§ TRY IT
Reproduce the records that follow exactly as they are written.

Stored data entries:
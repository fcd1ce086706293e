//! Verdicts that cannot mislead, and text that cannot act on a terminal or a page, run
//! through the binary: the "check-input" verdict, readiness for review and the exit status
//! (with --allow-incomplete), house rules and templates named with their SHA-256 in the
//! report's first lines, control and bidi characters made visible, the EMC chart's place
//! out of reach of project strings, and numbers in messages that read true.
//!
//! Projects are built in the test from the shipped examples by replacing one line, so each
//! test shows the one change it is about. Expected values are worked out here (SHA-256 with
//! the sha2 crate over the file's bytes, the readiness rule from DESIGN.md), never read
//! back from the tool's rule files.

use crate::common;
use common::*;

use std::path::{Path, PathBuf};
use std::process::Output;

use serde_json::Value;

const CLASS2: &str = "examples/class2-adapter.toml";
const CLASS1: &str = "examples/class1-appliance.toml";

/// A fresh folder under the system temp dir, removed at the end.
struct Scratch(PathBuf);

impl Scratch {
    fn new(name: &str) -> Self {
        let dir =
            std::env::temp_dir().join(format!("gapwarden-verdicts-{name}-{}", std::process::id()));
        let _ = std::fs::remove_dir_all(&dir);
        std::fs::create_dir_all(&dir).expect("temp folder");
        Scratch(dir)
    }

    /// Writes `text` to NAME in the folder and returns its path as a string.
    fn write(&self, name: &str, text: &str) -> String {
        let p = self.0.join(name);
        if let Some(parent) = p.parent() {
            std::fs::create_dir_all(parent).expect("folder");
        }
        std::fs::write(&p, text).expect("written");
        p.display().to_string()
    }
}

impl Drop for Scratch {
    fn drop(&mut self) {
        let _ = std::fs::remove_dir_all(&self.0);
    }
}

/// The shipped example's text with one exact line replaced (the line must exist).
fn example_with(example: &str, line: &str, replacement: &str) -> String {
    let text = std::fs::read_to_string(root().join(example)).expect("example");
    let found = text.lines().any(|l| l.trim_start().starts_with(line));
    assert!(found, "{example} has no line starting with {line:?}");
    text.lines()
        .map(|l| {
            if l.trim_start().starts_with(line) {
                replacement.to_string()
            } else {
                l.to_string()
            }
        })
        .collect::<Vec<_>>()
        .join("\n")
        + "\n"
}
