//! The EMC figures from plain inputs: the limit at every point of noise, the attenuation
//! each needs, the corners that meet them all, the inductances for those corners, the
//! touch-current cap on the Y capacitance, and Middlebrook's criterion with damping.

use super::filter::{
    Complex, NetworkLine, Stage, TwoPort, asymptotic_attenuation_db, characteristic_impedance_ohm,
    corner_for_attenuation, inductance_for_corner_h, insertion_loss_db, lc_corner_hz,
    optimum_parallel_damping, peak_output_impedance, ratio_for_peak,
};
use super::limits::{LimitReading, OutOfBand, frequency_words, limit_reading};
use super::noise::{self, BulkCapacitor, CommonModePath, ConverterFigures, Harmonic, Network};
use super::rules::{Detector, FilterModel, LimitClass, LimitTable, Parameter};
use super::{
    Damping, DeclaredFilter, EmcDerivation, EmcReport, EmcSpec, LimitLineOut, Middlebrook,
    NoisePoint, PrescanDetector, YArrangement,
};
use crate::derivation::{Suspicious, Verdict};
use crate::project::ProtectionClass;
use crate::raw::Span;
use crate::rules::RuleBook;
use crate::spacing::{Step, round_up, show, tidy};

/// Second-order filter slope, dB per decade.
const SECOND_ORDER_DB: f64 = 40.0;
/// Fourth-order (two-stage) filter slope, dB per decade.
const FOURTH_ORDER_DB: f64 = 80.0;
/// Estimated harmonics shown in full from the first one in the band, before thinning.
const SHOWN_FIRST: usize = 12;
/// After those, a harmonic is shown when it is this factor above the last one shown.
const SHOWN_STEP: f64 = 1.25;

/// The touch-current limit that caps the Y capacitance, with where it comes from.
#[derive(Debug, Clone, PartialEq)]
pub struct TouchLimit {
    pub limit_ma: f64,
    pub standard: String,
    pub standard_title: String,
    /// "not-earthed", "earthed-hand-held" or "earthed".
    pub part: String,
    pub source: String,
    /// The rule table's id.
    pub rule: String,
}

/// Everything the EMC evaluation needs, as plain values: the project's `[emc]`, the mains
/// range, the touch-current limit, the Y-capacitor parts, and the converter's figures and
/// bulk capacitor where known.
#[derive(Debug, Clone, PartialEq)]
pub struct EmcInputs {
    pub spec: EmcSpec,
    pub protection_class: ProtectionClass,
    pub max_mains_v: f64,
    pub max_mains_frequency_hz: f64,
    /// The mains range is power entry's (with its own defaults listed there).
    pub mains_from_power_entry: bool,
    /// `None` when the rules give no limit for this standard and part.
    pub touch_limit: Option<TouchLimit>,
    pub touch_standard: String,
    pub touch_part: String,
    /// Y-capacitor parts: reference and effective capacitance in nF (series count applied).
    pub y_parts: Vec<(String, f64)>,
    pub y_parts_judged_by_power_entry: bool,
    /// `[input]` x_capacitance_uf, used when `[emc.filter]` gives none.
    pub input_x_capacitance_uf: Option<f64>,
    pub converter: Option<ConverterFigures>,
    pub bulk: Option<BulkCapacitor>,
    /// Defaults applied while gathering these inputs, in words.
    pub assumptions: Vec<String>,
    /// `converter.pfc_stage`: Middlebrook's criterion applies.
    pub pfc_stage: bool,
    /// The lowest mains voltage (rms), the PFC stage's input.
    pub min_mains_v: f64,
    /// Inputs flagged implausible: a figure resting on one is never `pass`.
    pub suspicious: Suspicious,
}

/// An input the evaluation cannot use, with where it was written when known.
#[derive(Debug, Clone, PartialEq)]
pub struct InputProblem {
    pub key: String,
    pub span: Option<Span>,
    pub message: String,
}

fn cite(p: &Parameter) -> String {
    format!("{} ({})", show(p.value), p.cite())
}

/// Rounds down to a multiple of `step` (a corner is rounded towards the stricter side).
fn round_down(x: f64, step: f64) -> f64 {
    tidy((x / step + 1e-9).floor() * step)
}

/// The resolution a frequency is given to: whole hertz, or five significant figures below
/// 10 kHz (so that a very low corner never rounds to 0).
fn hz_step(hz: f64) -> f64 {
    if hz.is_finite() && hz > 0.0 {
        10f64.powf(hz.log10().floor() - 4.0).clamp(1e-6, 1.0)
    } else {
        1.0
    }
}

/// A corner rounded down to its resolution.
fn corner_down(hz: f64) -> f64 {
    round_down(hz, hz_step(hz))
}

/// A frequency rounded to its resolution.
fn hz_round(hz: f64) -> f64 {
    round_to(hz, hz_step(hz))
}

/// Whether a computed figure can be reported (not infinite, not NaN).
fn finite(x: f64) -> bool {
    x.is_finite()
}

§ TASK RESULT
repository fcd1ce086706293e
//! Verdicts that cannot mislead, and text that cannot act on a terminal or a page, run
//! through the binary: the "check-input" verdict, readiness for review and the exit status
//! (with --allow-incomplete), house rules and templates named with their SHA-256 in the
//! report's first lines, control and bidi characters made visible, the EMC chart's place
//! out of reach of project strings, and numbers in messages that read true.
//!
//! Projects are built in the test from the shipped examples by replacing one line, so each
//! test shows the one change it is about. Expected values are worked out here (SHA-256 with
//! the sha2 crate over the file's bytes, the readiness rule from DESIGN.md), never read
//! back from the tool's rule files.

use crate::common;
use common::*;

use std::path::{Path, PathBuf};
use std::process::Output;

use serde_json::Value;

const CLASS2: &str = "examples/class2-adapter.toml";
const CLASS1: &str = "examples/class1-appliance.toml";

/// A fresh folder under the system temp dir, removed at the end.
struct Scratch(PathBuf);

impl Scratch {
    fn new(name: &str) -> Self {
        let dir =
            std::env::temp_dir().join(format!("gapwarden-verdicts-{name}-{}", std::process::id()));
        let _ = std::fs::remove_dir_all(&dir);
        std::fs::create_dir_all(&dir).expect("temp folder");
        Scratch(dir)
    }

    /// Writes `text` to NAME in the folder and returns its path as a string.
    fn write(&self, name: &str, text: &str) -> String {
        let p = self.0.join(name);
        if let Some(parent) = p.parent() {
            std::fs::create_dir_all(parent).expect("folder");
        }
        std::fs::write(&p, text).expect("written");
        p.display().to_string()
    }
}

impl Drop for Scratch {
    fn drop(&mut self) {
        let _ = std::fs::remove_dir_all(&self.0);
    }
}

/// The shipped example's text with one exact line replaced (the line must exist).
fn example_with(example: &str, line: &str, replacement: &str) -> String {
    let text = std::fs::read_to_string(root().join(example)).expect("example");
    let found = text.lines().any(|l| l.trim_start().starts_with(line));
    assert!(found, "{example} has no line starting with {line:?}");
    text.lines()
        .map(|l| {
            if l.trim_start().starts_with(line) {
                replacement.to_string()
            } else {
                l.to_string()
            }
        })
        .collect::<Vec<_>>()
        .join("\n")
        + "\n"
}
//! The EMC figures from plain inputs: the limit at every point of noise, the attenuation
//! each needs, the corners that meet them all, the inductances for those corners, the
//! touch-current cap on the Y capacitance, and Middlebrook's criterion with damping.

use super::filter::{
    Complex, NetworkLine, Stage, TwoPort, asymptotic_attenuation_db, characteristic_impedance_ohm,
    corner_for_attenuation, inductance_for_corner_h, insertion_loss_db, lc_corner_hz,
    optimum_parallel_damping, peak_output_impedance, ratio_for_peak,
};
use super::limits::{LimitReading, OutOfBand, frequency_words, limit_reading};
use super::noise::{self, BulkCapacitor, CommonModePath, ConverterFigures, Harmonic, Network};
use super::rules::{Detector, FilterModel, LimitClass, LimitTable, Parameter};
use super::{
    Damping, DeclaredFilter, EmcDerivation, EmcReport, EmcSpec, LimitLineOut, Middlebrook,
    NoisePoint, PrescanDetector, YArrangement,
};
use crate::derivation::{Suspicious, Verdict};
use crate::project::ProtectionClass;
use crate::raw::Span;
use crate::rules::RuleBook;
use crate::spacing::{Step, round_up, show, tidy};

/// Second-order filter slope, dB per decade.
const SECOND_ORDER_DB: f64 = 40.0;
/// Fourth-order (two-stage) filter slope, dB per decade.
const FOURTH_ORDER_DB: f64 = 80.0;
/// Estimated harmonics shown in full from the first one in the band, before thinning.
const SHOWN_FIRST: usize = 12;
/// After those, a harmonic is shown when it is this factor above the last one shown.
const SHOWN_STEP: f64 = 1.25;

/// The touch-current limit that caps the Y capacitance, with where it comes from.
#[derive(Debug, Clone, PartialEq)]
pub struct TouchLimit {
    pub limit_ma: f64,
    pub standard: String,
    pub standard_title: String,
    /// "not-earthed", "earthed-hand-held" or "earthed".
    pub part: String,
    pub source: String,
    /// The rule table's id.
    pub rule: String,
}

/// Everything the EMC evaluation needs, as plain values: the project's `[emc]`, the mains
/// range, the touch-current limit, the Y-capacitor parts, and the converter's figures and
/// bulk capacitor where known.
#[derive(Debug, Clone, PartialEq)]
pub struct EmcInputs {
    pub spec: EmcSpec,
    pub protection_class: ProtectionClass,
    pub max_mains_v: f64,
    pub max_mains_frequency_hz: f64,
    /// The mains range is power entry's (with its own defaults listed there).
    pub mains_from_power_entry: bool,
    /// `None` when the rules give no limit for this standard and part.
    pub touch_limit: Option<TouchLimit>,
    pub touch_standard: String,
    pub touch_part: String,
    /// Y-capacitor parts: reference and effective capacitance in nF (series count applied).
    pub y_parts: Vec<(String, f64)>,
    pub y_parts_judged_by_power_entry: bool,
    /// `[input]` x_capacitance_uf, used when `[emc.filter]` gives none.
    pub input_x_capacitance_uf: Option<f64>,
    pub converter: Option<ConverterFigures>,
    pub bulk: Option<BulkCapacitor>,
    /// Defaults applied while gathering these inputs, in words.
    pub assumptions: Vec<String>,
    /// `converter.pfc_stage`: Middlebrook's criterion applies.
    pub pfc_stage: bool,
    /// The lowest mains voltage (rms), the PFC stage's input.
    pub min_mains_v: f64,
    /// Inputs flagged implausible: a figure resting on one is never `pass`.
    pub suspicious: Suspicious,
}

/// An input the evaluation cannot use, with where it was written when known.
#[derive(Debug, Clone, PartialEq)]
pub struct InputProblem {
    pub key: String,
    pub span: Option<Span>,
    pub message: String,
}

fn cite(p: &Parameter) -> String {
    format!("{} ({})", show(p.value), p.cite())
}

/// Rounds down to a multiple of `step` (a corner is rounded towards the stricter side).
fn round_down(x: f64, step: f64) -> f64 {
    tidy((x / step + 1e-9).floor() * step)
}

/// The resolution a frequency is given to: whole hertz, or five significant figures below
/// 10 kHz (so that a very low corner never rounds to 0).
fn hz_step(hz: f64) -> f64 {
    if hz.is_finite() && hz > 0.0 {
        10f64.powf(hz.log10().floor() - 4.0).clamp(1e-6, 1.0)
    } else {
        1.0
    }
}

/// A corner rounded down to its resolution.
fn corner_down(hz: f64) -> f64 {
    round_down(hz, hz_step(hz))
}

/// A frequency rounded to its resolution.
fn hz_round(hz: f64) -> f64 {
    round_to(hz, hz_step(hz))
}

/// Whether a computed figure can be reported (not infinite, not NaN).
fn finite(x: f64) -> bool {
    x.is_finite()
}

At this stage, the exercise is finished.